We have got our WDF driver up and running with an 8 lane PCI express
card. It uses hardware DMA scatter gather and appears to be working
well. However we are only getting about 50% of the theoretical
bandwidth over 8 lanes (1GB/s instead of 2GB/s). Unfortunately we need
to hit around 60%. The 50% doesn't include driver overhead and is
measured by the hardware during the transfer.
One of the main factors that can affect PCI express efficiency is the
payload size. From what I have read the maximum payload is 4k which is
supposed to give near to 100%. For 128 byte payloads with an estimated
application overhead it's around 55%, and for 64 bytes it is around
40%. On our AMD platform as we are not measuring the overhead, it is
feasible that we're getting 64 byte payloads (our card supports 4k).

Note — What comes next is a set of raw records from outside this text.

/**
 * The high-voltage pre-drop: the pass device on the rail, its gate or base on net B above the rail
 * fed by the bias resistor (or the depletion current source with its set resistor), held by the
 * standoff Zener above the output (tagged OUT); the sense resistor, and the limiter transistor
 * pulling B down, its base on the sense resistor's input or on the foldback divider.
 */
function predropFront(b: Board, option: Option, vInMax: number, vFront: number): void {
  const parts = option.components;
  const q1 = byRole(parts, 'pass-transistor')[0];
  const dz = byRole(parts, 'standoff-zener')[0];
  const rs = byRole(parts, 'sense-resistor')[0];
  const [limiter, source] = byRole(parts, 'limit-transistor');
  if (!q1 || !dz || !rs) return;
  const after = limiter ? parts.slice(parts.indexOf(limiter)).filter((c) => c.role === 'bias-resistor') : [];
  const foldback = after.length >= 2 ? { ra: after[0]!, rb: after[1]! } : null;
  const bias = byRole(parts, 'bias-resistor').find((c) => c !== foldback?.ra && c !== foldback?.rb);
  const yb = source && foldback ? -190 : source || foldback ? -160 : -110;
  const bPoints: Point[] = [];

  if (bias) {
    const biasLines = [...(source ? [source.ref, ...deviceName(source)] : []), ...partLines(bias)];
    const x = b.x + GAP + (source ? 30 : 0);
    let feed: Point = { x, y: 0 };
    if (source) {
      const [drain, sourcePin, gate] = transistor(b, source, { x, y: -20 }, 'up', true, { x: x + 14, y: -60 }, 'start');
      b.sheet.wire(feed, drain!);
      b.sheet.wire(gate!, { x: gate!.x, y: yb });
      bPoints.push({ x: gate!.x, y: yb });
      feed = sourcePin!;
    }
    const start = { x, y: feed.y - 10 };
    const { labels } = b.lines(partLines(bias), { x: x + 14, y: start.y - 34 }, 'start');
    const [a, z] = b.twoPin(twoPinEntry(bias), start, 'up', labels);
    b.sheet.wire(feed, a);
    b.sheet.wire(z, { x, y: yb });
    bPoints.push({ x, y: yb });
    b.x = x + 14 + widest(biasLines);
  }

  const left = b.x + GAP + 20;
  const [drain, src, gate] = transistor(b, q1, { x: left, y: 0 }, 'right', true, { x: left + 30, y: 30 }, 'middle');
  b.railTo(drain!);
  b.open = src!;
  b.enter('E', vFront);
  b.sheet.wire(gate!, { x: gate!.x, y: yb });
  bPoints.push({ x: gate!.x, y: yb });
  b.x = Math.max(src!.x, left + 30 + widest([q1.ref, ...deviceName(q1)]) / 2);

  const xe = src!.x + 36;
  let baseAt: Point;
  let xr: number;
  if (foldback && limiter) {
    const raLines = partLines(foldback.ra);
    const { labels } = b.lines(raLines, { x: xe + 14, y: -54 }, 'start');
    const [ra0, ra1] = b.twoPin(twoPinEntry(foldback.ra), { x: xe, y: -20 }, 'up', labels);
    b.sheet.wire({ x: xe, y: 0 }, ra0);
    const xm = xe + 14 + widest(raLines) + 20;
    const rbLines = partLines(foldback.rb);
    const rb = b.lines(rbLines, { x: xm + 14, y: -76 }, 'start');
    const [, rb1] = b.twoPin(twoPinEntry(foldback.rb), { x: xm, y: -110 }, 'down', rb.labels);
    b.ground(rb1);
    xr = Math.max(xm + 14 + widest(rbLines) + 20 + 30, xe + SPAN + 2 * GAP + 20);
    baseAt = { x: xr - 30, y: -110 };
    b.sheet.wire(ra1, { x: xe, y: -110 }, baseAt);
  } else {
    xr = xe + SPAN + 2 * GAP + 20;
    baseAt = { x: xr - 30, y: -50 };
    b.sheet.wire(baseAt, { x: xe, y: -50 }, { x: xe, y: 0 });
  }
  // The sense resistor centred between the emitter tap and the limiter's emitter.
  b.x = (xe + xr) / 2 - SPAN / 2 - GAP - Math.max(0, widest(partLines(rs)) - SPAN) / 2;
  b.series(twoPinEntry(rs), vFront, 'RIN');
  if (limiter) {
    const collector = { x: xr, y: baseAt.y - 30 };
    const [, emitter] = transistor(b, limiter, collector, 'down', false, { x: xr + 14, y: baseAt.y - 4 }, 'start');
    b.sheet.wire(emitter!, { x: xr, y: 0 });
    b.sheet.wire(collector, { x: xr, y: yb });
    bPoints.push({ x: xr, y: yb });
    b.x = Math.max(b.x, xr + 14 + widest([limiter.ref, ...deviceName(limiter)]));
  }
  // The standoff Zener at the right end of net B: cathode on B, anode to the output.
  const kx = b.x + GAP;
  const zLines = partLines(dz);
  const { labels } = b.lines(zLines, { x: kx + SPAN / 2, y: yb + 26 }, 'middle');
  const [anode, cathode] = b.twoPin(twoPinEntry(dz), { x: kx + SPAN, y: yb }, 'left', labels);
  bPoints.push(cathode);
  b.tagged(anode, 'OUT', 'right');
  const xs = bPoints.map((p) => p.x);
  b.sheet.wire({ x: Math.min(...xs), y: yb }, { x: Math.max(...xs), y: yb });
  b.hazard('B', Math.min(vInMax, vFront), { x: Math.min(...xs) + 16, y: yb - 16 });
  b.x = kx + SPAN + 14 + textWidth('OUT') + 20;
}

/** The switcher's set point: its feedback voltage times the divider's ratio (as the SPICE export reads it). */
function stageVolts(option: Option, sw: Component, parts: Component[], fallback: number): number {
  const vFb = option.assumptions[`${sw.ref}.vFb`]?.value;
  const upper = byRole(parts, 'feedback-upper')[0]?.value;
  const lower = byRole(parts, 'feedback-lower')[0]?.value;
  return vFb !== undefined && upper != null && lower ? vFb * (1 + upper / lower) : fallback;
}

A few things we have noticed so far:
ATI X1900 XT has a maximum payload size of 128 (according to SiSoft
tool)
Intel 965 chipset has a maximum payload size of 128 (according to the
data sheet).
Here are a couple of questions I hope someone can shed some light on:
1) On an AMD system PCI express is interfaced by HyperTransport which
is packet based, and has a maximum payload size of 64 bytes. Does this
mean its PCI express interface is also limited to 64 byte payloads?
2) Does anyone know of a motherboard chipset that supports large
payloads (4k)?
Apologies if this is slightly off topic, but I guessed it is something
that will affect anyone writing a PCI express driver.